= YOUR OBJECTIVE =
An exact transcript of all the records is required, with nothing left out.

=== GIVEN DATA ===

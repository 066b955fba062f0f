"""Samples in section: what is removed, what protects, what must stay."""

from __future__ import annotations

import json
import math
from collections.abc import Mapping, Sequence
from dataclasses import dataclass
from pathlib import PurePosixPath

from builder.records.conversion import Data, Length, Temperature, Time, from_data
from builder.records.record import Record
from builder.records.terms import Edge, Exposure, Method, Origin, Role, Surface, Treatment

ANY_LOSS = "any"
"""Written for `allowed_loss` where a film may vanish."""
NOTHING_UNDER = "none"
"""Written for `on` where nothing lies between a film and its substrate."""
ANY_ETCH = "any"
"""Written for `etch` where every recipe may be offered."""
PROTECTED = "protected"
_THROUGH = "through"
_THROUGH_WAFER = "through-wafer"


@dataclass(frozen=True, slots=True, kw_only=True)
class SampleFilm:
    """
    One film on a sample; `pointer` is its place in the file.

    `allowed_loss` None with `may_vanish` false means that none is stated. `on` None means not stated,
    "none" that nothing lies under it. `exposed` is for exposed films only.
    """

    film: str
    thickness: Length
    role: Role
    pointer: str
    allowed_loss: Length | None = None
    may_vanish: bool = False
    on: str | None = None
    surface: Surface | None = None
    exposed: Exposure | None = None

    @property
    def thickness_nm(self) -> float:
        """Thickness, nm, > 0."""
        return self.thickness.number

    @property
    def tolerance_nm(self) -> float | None:
        """Half-width of the thickness, nm; None if not stated."""
        return self.thickness.half_width

    @property
    def allowed_loss_nm(self) -> float | None:
        """Loss that does no harm, nm; infinite if the film may vanish, None if not stated."""
        if self.may_vanish:
            return math.inf
        return None if self.allowed_loss is None else self.allowed_loss.number


@dataclass(frozen=True, slots=True, kw_only=True)
class Goal:
    """What the etch should reach; `depth` None with both flags false means through the targets."""

    depth: Length | None = None
    is_through_wafer: bool = False
    window: Length | None = None
    line: Length | None = None
    load_cm2: float | None = None


@dataclass(frozen=True, slots=True, kw_only=True)
class Limits:
    """What a plan may use; empty means no limit. `temperature` is the highest the sample may see."""

    methods: tuple[Method, ...] = ()
    tools: tuple[str, ...] = ()
    etchants: tuple[str, ...] = ()
    temperature: Temperature | None = None


@dataclass(frozen=True, slots=True, kw_only=True)
class Mount:
    """Carrier (a film id, or words) and what holds the sample on it."""

    carrier: str | None = None
    bond: str | None = None


@dataclass(frozen=True, slots=True, kw_only=True)
class SequenceStep:
    """One step of a sequence: a treatment, or an etch (a recipe id, or "any"); never both."""

    treat: Treatment | None = None
    etch: str | None = None
    etchant: str | None = None
    time: Time | None = None
    temperature: Temperature | None = None


@dataclass(frozen=True, slots=True, kw_only=True)
class Sample(Record):
    """
    One sample; `layers` top first.

    `back` None with `is_back_protected` false means that the back is not stated, `edge` None that
    the edge is not. `json_text` is the sample as it was read, as JSON.
    """

    sample: str
    layers: tuple[SampleFilm, ...]
    json_text: str
    also_exposed: tuple[SampleFilm, ...] = ()
    back: SampleFilm | None = None
    is_back_protected: bool = False
    edge: Edge | None = None
    goal: Goal = Goal()
    limits: Limits = Limits()
    mount: Mount = Mount()
    prior: tuple[str, ...] = ()
    steps: tuple[SequenceStep, ...] = ()
    temperature: Temperature | None = None
    note: str | None = None

    @property
    def targets(self) -> tuple[SampleFilm, ...]:
        """The films to remove, in the order they are etched."""
        return tuple(layer for layer in self.layers if layer.role is Role.TARGET)

    @property
    def films(self) -> tuple[SampleFilm, ...]:
        """Every film on the sample: layers, exposed films, back."""
        back = () if self.back is None else (self.back,)
        return (*self.layers, *self.also_exposed, *back)

    @classmethod
    def from_raw(cls, data: Data, file: str, origin: Origin) -> Sample:
        """Return the sample of a file whose data has passed its schema; unnamed, it is called as its file."""
        stem = PurePosixPath(file).stem
        back = data.get("back")
        return from_data(
            cls,
            data,
            id=stem,
            file=file,
            origin=origin,
            sample=data.get("sample", stem),
            json_text=json.dumps(data, ensure_ascii=False),
            layers=_films(data.get("layers"), "/layers", None),
            also_exposed=_films(data.get("also_exposed"), "/also_exposed", Role.EXPOSED),
            back=_film(back, "/back", Role.BACK) if isinstance(back, Mapping) else None,
            is_back_protected=back == PROTECTED,
            goal=_goal(data.get("goal")),
        )


def _films(rows: object, pointer: str, role: Role | None) -> tuple[SampleFilm, ...]:
    if rows is None:
        return ()
    assert isinstance(rows, Sequence)
    return tuple(_film(row, f"{pointer}/{index}", role) for index, row in enumerate(rows))


def _film(row: Data, pointer: str, role: Role | None) -> SampleFilm:
    given: dict[str, object] = {"pointer": pointer}
    if role is not None:
        given["role"] = role
    if row.get("allowed_loss") == ANY_LOSS:
        given |= {"allowed_loss": None, "may_vanish": True}
    return from_data(SampleFilm, row, **given)


def _goal(data: object) -> Goal:
    if not isinstance(data, Mapping):
        return Goal()
    depth = data.get("depth")
    if depth in (_THROUGH, _THROUGH_WAFER):
        return from_data(Goal, data, depth=None, is_through_wafer=depth == _THROUGH_WAFER)
    return from_data(Goal, data)
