"""Benches and chambers."""

from __future__ import annotations

from collections.abc import Mapping
from dataclasses import dataclass

from builder.records.conversion import Setting
from builder.records.films import Film
from builder.records.record import Record
from builder.records.terms import Method, ToolKind


@dataclass(frozen=True, slots=True, kw_only=True)
class SettingLimit:
    """Lowest and highest value of one setting; None is no limit on that side."""

    min: Setting | None = None
    max: Setting | None = None


@dataclass(frozen=True, slots=True, kw_only=True)
class Tool(Record):
    """
    One bench or chamber.

    `films_allowed` and `films_forbidden` hold film ids or `family:NAME`; an empty `films_allowed`
    means that nothing is listed, so only `films_forbidden` decides.
    """

    name: str
    kind: ToolKind
    methods: tuple[Method, ...]
    limits: Mapping[str, SettingLimit]
    training: str
    owner_role: str
    films_allowed: tuple[str, ...] = ()
    films_forbidden: tuple[str, ...] = ()
    carrier: str | None = None
    cooling: str | None = None
    container: str | None = None
    chemicals: tuple[str, ...] = ()
    note: str | None = None

    def refusal(self, film: Film) -> str | None:
        """Return why the film must not enter, or None if it may; what is forbidden is never allowed."""
        names = {film.id, f"family:{film.family}"}
        if hits := names.intersection(self.films_forbidden):
            return f"{self.name} forbids {min(hits)}"
        if self.films_allowed and not names.intersection(self.films_allowed):
            return f"{self.name} does not list {film.id} among the films it allows"
        return None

===

= OUTPUT =
repository 066b955fba062f0f
"""Samples in section: what is removed, what protects, what must stay."""

from __future__ import annotations

import json
import math
from collections.abc import Mapping, Sequence
from dataclasses import dataclass
from pathlib import PurePosixPath

from builder.records.conversion import Data, Length, Temperature, Time, from_data
from builder.records.record import Record
from builder.records.terms import Edge, Exposure, Method, Origin, Role, Surface, Treatment

ANY_LOSS = "any"
"""Written for `allowed_loss` where a film may vanish."""
NOTHING_UNDER = "none"
"""Written for `on` where nothing lies between a film and its substrate."""
ANY_ETCH = "any"
"""Written for `etch` where every recipe may be offered."""
PROTECTED = "protected"
_THROUGH = "through"
_THROUGH_WAFER = "through-wafer"


@dataclass(frozen=True, slots=True, kw_only=True)
class SampleFilm:
    """
    One film on a sample; `pointer` is its place in the file.

    `allowed_loss` None with `may_vanish` false means that none is stated. `on` None means not stated,
    "none" that nothing lies under it. `exposed` is for exposed films only.
    """

    film: str
    thickness: Length
    role: Role
    pointer: str
    allowed_loss: Length | None = None
    may_vanish: bool = False
    on: str | None = None
    surface: Surface | None = None
    exposed: Exposure | None = None

    @property
    def thickness_nm(self) -> float:
        """Thickness, nm, > 0."""
        return self.thickness.number

    @property
    def tolerance_nm(self) -> float | None:
        """Half-width of the thickness, nm; None if not stated."""
        return self.thickness.half_width

    @property
    def allowed_loss_nm(self) -> float | None:
        """Loss that does no harm, nm; infinite if the film may vanish, None if not stated."""
        if self.may_vanish:
            return math.inf
        return None if self.allowed_loss is None else self.allowed_loss.number


@dataclass(frozen=True, slots=True, kw_only=True)
class Goal:
    """What the etch should reach; `depth` None with both flags false means through the targets."""

    depth: Length | None = None
    is_through_wafer: bool = False
    window: Length | None = None
    line: Length | None = None
    load_cm2: float | None = None


@dataclass(frozen=True, slots=True, kw_only=True)
class Limits:
    """What a plan may use; empty means no limit. `temperature` is the highest the sample may see."""

    methods: tuple[Method, ...] = ()
    tools: tuple[str, ...] = ()
    etchants: tuple[str, ...] = ()
    temperature: Temperature | None = None


@dataclass(frozen=True, slots=True, kw_only=True)
class Mount:
    """Carrier (a film id, or words) and what holds the sample on it."""

    carrier: str | None = None
    bond: str | None = None


@dataclass(frozen=True, slots=True, kw_only=True)
class SequenceStep:
    """One step of a sequence: a treatment, or an etch (a recipe id, or "any"); never both."""

    treat: Treatment | None = None
    etch: str | None = None
    etchant: str | None = None
    time: Time | None = None
    temperature: Temperature | None = None


@dataclass(frozen=True, slots=True, kw_only=True)
class Sample(Record):
    """
    One sample; `layers` top first.

    `back` None with `is_back_protected` false means that the back is not stated, `edge` None that
    the edge is not. `json_text` is the sample as it was read, as JSON.
    """

    sample: str
    layers: tuple[SampleFilm, ...]
    json_text: str
    also_exposed: tuple[SampleFilm, ...] = ()
    back: SampleFilm | None = None
    is_back_protected: bool = False
    edge: Edge | None = None
    goal: Goal = Goal()
    limits: Limits = Limits()
    mount: Mount = Mount()
    prior: tuple[str, ...] = ()
    steps: tuple[SequenceStep, ...] = ()
    temperature: Temperature | None = None
    note: str | None = None

    @property
    def targets(self) -> tuple[SampleFilm, ...]:
        """The films to remove, in the order they are etched."""
        return tuple(layer for layer in self.layers if layer.role is Role.TARGET)

    @property
    def films(self) -> tuple[SampleFilm, ...]:
        """Every film on the sample: layers, exposed films, back."""
        back = () if self.back is None else (self.back,)
        return (*self.layers, *self.also_exposed, *back)

    @classmethod
    def from_raw(cls, data: Data, file: str, origin: Origin) -> Sample:
        """Return the sample of a file whose data has passed its schema; unnamed, it is called as its file."""
        stem = PurePosixPath(file).stem
        back = data.get("back")
        return from_data(
            cls,
            data,
            id=stem,
            file=file,
            origin=origin,
            sample=data.get("sample", stem),
            json_text=json.dumps(data, ensure_ascii=False),
            layers=_films(data.get("layers"), "/layers", None),
            also_exposed=_films(data.get("also_exposed"), "/also_exposed", Role.EXPOSED),
            back=_film(back, "/back", Role.BACK) if isinstance(back, Mapping) else None,
            is_back_protected=back == PROTECTED,
            goal=_goal(data.get("goal")),
        )


def _films(rows: object, pointer: str, role: Role | None) -> tuple[SampleFilm, ...]:
    if rows is None:
        return ()
    assert isinstance(rows, Sequence)
    return tuple(_film(row, f"{pointer}/{index}", role) for index, row in enumerate(rows))


def _film(row: Data, pointer: str, role: Role | None) -> SampleFilm:
    given: dict[str, object] = {"pointer": pointer}
    if role is not None:
        given["role"] = role
    if row.get("allowed_loss") == ANY_LOSS:
        given |= {"allowed_loss": None, "may_vanish": True}
    return from_data(SampleFilm, row, **given)


def _goal(data: object) -> Goal:
    if not isinstance(data, Mapping):
        return Goal()
    depth = data.get("depth")
    if depth in (_THROUGH, _THROUGH_WAFER):
        return from_data(Goal, data, depth=None, is_through_wafer=depth == _THROUGH_WAFER)
    return from_data(Goal, data)
"""Benches and chambers."""

from __future__ import annotations

from collections.abc import Mapping
from dataclasses import dataclass

from builder.records.conversion import Setting
from builder.records.films import Film
from builder.records.record import Record
from builder.records.terms import Method, ToolKind


@dataclass(frozen=True, slots=True, kw_only=True)
class SettingLimit:
    """Lowest and highest value of one setting; None is no limit on that side."""

    min: Setting | None = None
    max: Setting | None = None


@dataclass(frozen=True, slots=True, kw_only=True)
class Tool(Record):
    """
    One bench or chamber.

    `films_allowed` and `films_forbidden` hold film ids or `family:NAME`; an empty `films_allowed`
    means that nothing is listed, so only `films_forbidden` decides.
    """

    name: str
    kind: ToolKind
    methods: tuple[Method, ...]
    limits: Mapping[str, SettingLimit]
    training: str
    owner_role: str
    films_allowed: tuple[str, ...] = ()
    films_forbidden: tuple[str, ...] = ()
    carrier: str | None = None
    cooling: str | None = None
    container: str | None = None
    chemicals: tuple[str, ...] = ()
    note: str | None = None

    def refusal(self, film: Film) -> str | None:
        """Return why the film must not enter, or None if it may; what is forbidden is never allowed."""
        names = {film.id, f"family:{film.family}"}
        if hits := names.intersection(self.films_forbidden):
            return f"{self.name} forbids {min(hits)}"
        if self.films_allowed and not names.intersection(self.films_allowed):
            return f"{self.name} does not list {film.id} among the films it allows"
        return None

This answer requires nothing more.